In reading through some of this forum I get the distinct sense that there is a lot of fetishism going on. Seriously, some people are spending many hundreds, if not thousands of pounds just to produce a cup of coffee. Now I understand that for some, beautiful design is a factor in choosing a grinder but me, I'm a utilitarian. I don't want to gaze in awe at a Rafino or whatever cool grinder is in vogue and go "Hey! Look at my expensive, stylish machinery", I just want a decent cup of coffee.

I'm not interested in 200 grind presets, variable grind speeds, timers, built-in scales, Borosilicate glass catchers or even UV protected bean containers - just a straightforward, reasonably priced device for the simple job of grinding coffee beans.


----------



## jlarkin (Apr 26, 2015)

Rupert said:


> I don't want to gaze in awe at a Rafino or whatever cool grinder is in vogue and go "Hey! Look at my expensive, stylish machinery".


I'm glad you made the sentiments so easy to ignore by calling the rafino a grinder 



Rupert said:


> I'm not interested in 200 grind presets, variable grind speeds, timers, built-in scales, Borosilicate glass catchers or even UV protected bean containers - just a straightforward, reasonably priced device for the simple job of grinding coffee beans.


Well you say that now.


----------



## Missy (Mar 9, 2016)

Rupert said:


> I don't want to gaze in awe at a Rafino or whatever cool grinder is in vogue and go "Hey! Look at my expensive, stylish machinery", I just want a decent cup of coffee.


Not 100% with you. I'm a girl. I like shiny things.

I'm also on a super tight budget.

Despite that, instead of getting a shiny new £150 grinder I spent all my money on a very beaten up super jolly. It sits in the corner like the dog everyone leaves at the pound because it's got 3 legs and a missing ear.

It's mechanically sound. It was the very best grinder I could afford, at the lowest possible price. I also have a cheap " household type (emide)" burr grinder. It's crap.
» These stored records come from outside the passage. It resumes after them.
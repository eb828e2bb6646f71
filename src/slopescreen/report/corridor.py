"""The corridor and runout parts of the report: worst stretches, the strip chart, the why.

Plain functions of the rows of ``corridor_segments`` and ``runout_paths``
(docs/methods.md, "Runout reach" and "Corridor segments and strips").
"""

from __future__ import annotations

import numpy as np

from .summaries import NBSP

WORST_SEGMENTS = 10
"""Segments listed per rain case in the report's table of the worst."""


def _m(value) -> str:
    return f"{value:,.0f}{NBSP}m"


def stretch_text(a, b) -> str:
    """A chainage range in words, e.g. ``300–600 m``.

    Examples
    --------
    >>> stretch_text(300.0, 600.0).replace("\\u00a0", " ")
    '300–600 m'
    """
    return f"{a:,.0f}–{b:,.0f}{NBSP}m"


def worst_stretches(rows, *, top=5, most=3) -> list:
    """The worst stretches of a rain case: its ``top`` segments by hazard, joined where they touch.

    Parameters
    ----------
    rows : list of dict
        ``corridor_segments`` rows of one rain case.
    top : int
        Segments (with hazard > 0) considered, best rank first.
    most : int
        Stretches returned, worst first.

    Returns
    -------
    list of (from_m, to_m, largest segment hazard m^3)

    Examples
    --------
    >>> rows = [{"from_m": 0, "to_m": 100, "hazard": 5.0, "hazard_rank": 2},
    ...         {"from_m": 100, "to_m": 200, "hazard": 9.0, "hazard_rank": 1},
    ...         {"from_m": 200, "to_m": 300, "hazard": 0.0, "hazard_rank": 4},
    ...         {"from_m": 300, "to_m": 400, "hazard": 1.0, "hazard_rank": 3}]
    >>> worst_stretches(rows)
    [(0, 200, 9.0), (300, 400, 1.0)]
    """
    picked = sorted((r for r in rows if r["hazard"] > 0), key=lambda r: r["hazard_rank"])[:top]
    picked.sort(key=lambda r: r["from_m"])
    stretches = []
    for r in picked:
        if stretches and abs(stretches[-1][1] - r["from_m"]) < 1e-6:
            a, _, h = stretches[-1]
            stretches[-1] = (a, r["to_m"], max(h, r["hazard"]))
        else:
            stretches.append((r["from_m"], r["to_m"], r["hazard"]))
    stretches.sort(key=lambda s: -s[2])
    return stretches[:most]


def corridor_sentence(rain, rows) -> str:
    """One sentence for the first screen: the worst stretches of the corridor under a rain case.

    Examples
    --------
    >>> rows = [{"from_m": 0, "to_m": 100, "hazard": 0.0, "hazard_rank": 1, "reached": 0}]
    >>> corridor_sentence("wet", rows)
    'Along the corridor under “wet”, no failure source’s runout reaches any of the 1 segments.'
    """
    reached = sum(1 for r in rows if r["reached"])
    if not reached:
        return (f"Along the corridor under “{rain}”, no failure source’s runout reaches any of "
                f"the {len(rows)} segments.")
    parts = [f"{stretch_text(a, b)} (up to {h:,.0f}{NBSP}m³ per segment)"
             for a, b, h in worst_stretches(rows)]
    listed = parts[0] if len(parts) == 1 else ", ".join(parts[:-1]) + " and " + parts[-1]
    return (f"Along the corridor under “{rain}”, runout can reach {reached} of {len(rows)} "
            f"segments; the worst stretches by expected failed volume reaching the line are "
            f"chainage {listed}.")


def why_text(row) -> str:
    """Why a segment ranks where it does, in words.

    Examples
    --------
    >>> why_text({"sources": 2, "max_source_volume_m3": 850.0, "min_source_fs": 0.91,
    ...           "max_source_failure_probability": 0.4, "area_fs_below_1_m2": 0.0,
    ...           "engineered_ground_m2": 0.0}).replace("\\u00a0", " ")
    '2 sources reach it (largest 850 m³, least FS 0.91, largest P_f 0.40)'
    """
    out = []
    n = row["sources"]
    if n:
        p = row["max_source_failure_probability"]
        ptext = "" if p != p else f", largest P_f {p:.2f}"
        out.append(f"{n} source{'s' if n != 1 else ''} reach{'es' if n == 1 else ''} it (largest "
                   f"{row['max_source_volume_m3']:,.0f}{NBSP}m³, least FS "
                   f"{row['min_source_fs']:.2f}{ptext})")
    if row["area_fs_below_1_m2"] > 0:
        out.append(f"{row['area_fs_below_1_m2']:,.0f}{NBSP}m² of the strip itself has FS < 1")
    if row["engineered_ground_m2"] > 0:
        out.append(f"{row['engineered_ground_m2']:,.0f}{NBSP}m² of cut or fill in the strip")
    return "; ".join(out) if out else "nothing reaches it and its strip is stable"


def worst_table_rows(rows, *, n=WORST_SEGMENTS) -> list:
    """Table rows of the ``n`` worst segments of one rain case (those with any hazard or failing
    strip), best rank first: segment, chainage, hazard, why."""
    worst = sorted((r for r in rows if r["hazard"] > 0 or r["area_fs_below_1_m2"] > 0),
                   key=lambda r: r["hazard_rank"])[:n]
    return [[str(r["hazard_rank"]), str(r["segment"]), stretch_text(r["from_m"], r["to_m"]),
             f"{r['hazard']:,.0f}{NBSP}m³", why_text(r)] for r in worst]


def strip_chart(rows_by_rain: dict, *, title: str = "", dpi=100) -> bytes:
    """PNG of the hazard along the chainage, one step line per rain case.

    Parameters
    ----------
    rows_by_rain : dict
        Rain case -> its ``corridor_segments`` rows.
    title : str
        Study title, under the chart's own title.
    """
    from matplotlib.backends.backend_agg import FigureCanvasAgg
    from matplotlib.figure import Figure

    from .cautions import SHORT
    from .maps import png_bytes

    fig = Figure(figsize=(9.6, 3.6), dpi=dpi, facecolor="white")
    FigureCanvasAgg(fig)
    ax = fig.add_axes((0.08, 0.24, 0.70, 0.62))
    colours = ("#8f2140", "#24517f", "#d9622b", "#4f7a28", "#6b4023", "#5a3d8a")
    for i, (rain, rows) in enumerate(rows_by_rain.items()):
        if not rows:
            continue
        edges = np.array([rows[0]["from_m"]] + [r["to_m"] for r in rows])
        hazard = np.array([r["hazard"] for r in rows] + [rows[-1]["hazard"]])
        ax.step(edges, hazard, where="post", color=colours[i % len(colours)], linewidth=1.6,
                label=rain)
    ax.set_xlabel("Chainage (m)", fontsize=8.5)
    ax.set_ylabel("Expected failed volume\nreaching the segment (m³)", fontsize=8.5)
    ax.tick_params(labelsize=7.5)
    ax.grid(True, color="#dddddd", linewidth=0.6)
    ax.set_ylim(bottom=0.0)
    ax.legend(title="rain case", fontsize=7.5, title_fontsize=8, frameon=False,
              loc="upper left", bbox_to_anchor=(1.01, 1.0))
    fig.text(0.08, 0.93, "Hazard along the corridor", fontsize=11, fontweight="bold",
             parse_math=False)
    if title:
        fig.text(0.40, 0.93, title, fontsize=8.5, color="#333333", parse_math=False)
    fig.text(0.08, 0.03, SHORT, fontsize=7, color="#8a1c1c", fontweight="bold",
             parse_math=False, wrap=True)
    return png_bytes(fig, title="Hazard along the corridor")
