"""Changes of method that move a run's numbers against the previous release.

A reviewer who compares this report with one made by the previous release
needs to know why the numbers moved before reading them. :data:`CHANGES`
lists each change of method with the release that made it and a test of
whether it touches a run (from the run's manifest); :func:`changes_for` picks
those that apply, and the report's first screen states them, each with a
count of this run's cells where one can be made (docs/methods.md, "Maps and
the report"). docs/migration.md has the same list for users of the library.
"""

from __future__ import annotations

from dataclasses import dataclass
from typing import Callable

__all__ = ["MethodChange", "CHANGES", "PREVIOUS_RELEASE", "changes_for"]

PREVIOUS_RELEASE = "0.1.0"
"""The release the changes are counted from."""


@dataclass(frozen=True)
class MethodChange:
    """One change of method since :data:`PREVIOUS_RELEASE`.

    Attributes
    ----------
    key : str
        Short stable name.
    text : str
        What changed and which way it moves the numbers, in one or two
        sentences; ``{edge_cells}``, ``{edge_share}`` and ``{modular_faces}``
        are filled in with this run's counts where they appear.
    section : str
        The docs/methods.md section that explains it.
    applies : callable
        ``applies(manifest) -> bool``: whether the change touches this run.
    """

    key: str
    text: str
    section: str
    applies: Callable[[dict], bool]


def _always(manifest) -> bool:
    return True


def _has_rain(manifest) -> bool:
    return bool(manifest.get("rain"))


def _has_dry_case(manifest) -> bool:
    return any(c.get("steady_mm_per_day") == 0 for c in manifest.get("rain") or [])


def _has_storm(manifest) -> bool:
    return any(c.get("steady_mm_per_day") is None for c in manifest.get("rain") or [])


def _has_antecedent_storm(manifest) -> bool:
    return any(c.get("antecedent_mm_per_day") is not None for c in manifest.get("rain") or [])


def _has_clusters(manifest) -> bool:
    return any(p.get("key") == "cluster_labels" for p in manifest.get("products") or [])


def _sampled_clusters(manifest) -> bool:
    return _has_clusters(manifest) and manifest.get("uncertainty") is not None


CHANGES = (
    MethodChange(
        "edge_slopes",
        "Slopes at data edges (grid margins, holes, clipped outlines) now come from a plane "
        "fitted to the neighbours that have values; before, a missing neighbour roughly halved "
        "the slope there, so every edge looked more stable than it is. In this run "
        "{edge_cells} cells ({edge_share} of the cells with data) touch an edge; elsewhere the "
        "slope is unchanged.",
        "Slope", _always),
    MethodChange(
        "dry_case",
        "A steady rain case of 0 mm/day is now accepted: the dry factor of safety, with no "
        "water table.",
        "Infinite-slope factor of safety", _has_dry_case),
    MethodChange(
        "storm_depths",
        "Storm cases search the same failure depths in the FS map, the Monte Carlo, FOSM and "
        "the failure-cluster Monte Carlo: "
        "from the minimum credible failure depth ([soil] min_failure_depth_m, 0.3 m by "
        "default) down to the soil base. Before, the map searched from a few centimetres "
        "and the probabilities used the base only, so a cell could show FS < 1 with a "
        "probability of failure of 0.",
        "Storm response (Iverson 2000)", _has_storm),
    MethodChange(
        "antecedent_table",
        "A storm case with antecedent_mm_per_day starts from the steady water table of that "
        "background recharge in each cell, so hollows start wetter than spurs of the same "
        "slope; before, a storm took one water-table depth under every cell and its map did "
        "not depend on the contributing area.",
        "Storm response (Iverson 2000)", _has_antecedent_storm),
    MethodChange(
        "cluster_proof",
        "A failure cluster that touches a margin cell pair charged by its modular lower bound "
        "(a pair whose earth-pressure terms break the exact min-cut form) is now reported as "
        "not proven; before it was reported as proven. In this run {modular_faces} such pairs "
        "were charged by their bound, over every rain case.",
        "Multi-cell failure clusters", _has_clusters),
    MethodChange(
        "inclined_earth_pressure",
        "Earth pressures on the margins of a failure cluster now use the inclined-ground "
        "coefficients of Mazindrani and Ganjali (1997) at the face's slope, acting parallel "
        "to the ground, instead of the level-ground Rankine values; near the friction angle "
        "the passive resistance falls sharply, so clusters are larger and less stable, and "
        "more faces break the exact min-cut form (see the proof note of each case).",
        "Multi-cell failure clusters", _has_clusters),
    MethodChange(
        "cluster_pairs",
        "The margins of a failure cluster are now charged over 16 cell pairs per cell (the 8 "
        "neighbours and the 8 knight moves) with Cauchy-Crofton weights, so a margin costs "
        "the same whatever its angle to the grid; before, the 4 faces of a cell were charged "
        "and a slope-aligned slab's FS moved by up to 8 % with its angle to the grid. Small "
        "clusters now carry less margin than their perimeter (corners are counted short), so "
        "their FS is a few per cent lower.",
        "Multi-cell failure clusters", _has_clusters),
    MethodChange(
        "free_nodata_faces",
        "A cluster face toward a nodata cell (usually a cut, a bank or water) is now a free "
        "face, with no passive resistance and no thrust, unless [clusters] nodata_faces = "
        "\"charged\" keeps the earlier rule.",
        "Multi-cell failure clusters", _has_clusters),
    MethodChange(
        "root_correlation",
        "In the Monte Carlo of clusters, lateral root cohesion is now drawn at the same "
        "quantile as the basal root cohesion of the same soil unit (the same roots), not "
        "independently; this widens the spread of a cluster's FS and so moves its "
        "probability of failure away from the middle.",
        "Multi-cell failure clusters", _sampled_clusters),
)
"""Every change of method since :data:`PREVIOUS_RELEASE`, in the order the report lists them."""


def changes_for(manifest, *, edge_cells=None) -> list[tuple[MethodChange, str]]:
    """The changes that touch a run, each with its text filled in.

    Parameters
    ----------
    manifest : dict
        The run's manifest.
    edge_cells : int, optional
        Cells with data that touch a data edge (the report's terrain figures).

    Returns
    -------
    list of (MethodChange, str)

    Examples
    --------
    >>> m = {"grid": {"valid_cells": 1000}, "rain": [{"name": "dry", "steady_mm_per_day": 0.0}]}
    >>> [c.key for c, _ in changes_for(m, edge_cells=40)]
    ['edge_slopes', 'dry_case']
    >>> changes_for(m, edge_cells=40)[0][1].split(". In this run ")[1][:40]
    '40 cells (4.0 % of the cells with data) '
    """
    valid = (manifest.get("grid") or {}).get("valid_cells")
    if edge_cells is None or not valid:
        edge, share = "some", "a share"
    else:
        edge = f"{int(edge_cells):,}"
        pct = 100.0 * edge_cells / valid
        share = f"{pct:.1f} %" if pct >= 0.1 or pct == 0 else "< 0.1 %"
    searches = manifest.get("cluster_search") or []
    modular = f"{sum(int(r.get('modular_faces', 0)) for r in searches):,}" if searches else "no"
    out = []
    for change in CHANGES:
        if change.applies(manifest):
            out.append((change, change.text.format(edge_cells=edge, edge_share=share,
                                                   modular_faces=modular)))
    return out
I've always known that, I got it when I was working in a coffee shop (and again it was the best I could afford at about £10 on eBay)

They both grind coffee. The emide mostly takes a hammer to it and leaves variable chunks in a vague size. The super jolly produces a grind that I (like you just want coffee... Not grabbing a refractometer or sieves!) Can see by eye as "all the same size"

The coffee tastes better too.

Some things are possibly beyond the necessity line (cups that enhance the flavour profile... My eyes say "shiny" but my head says £20?!? For a cup? And I get the psychology of perception. Because of course drink tasting is multi sensory)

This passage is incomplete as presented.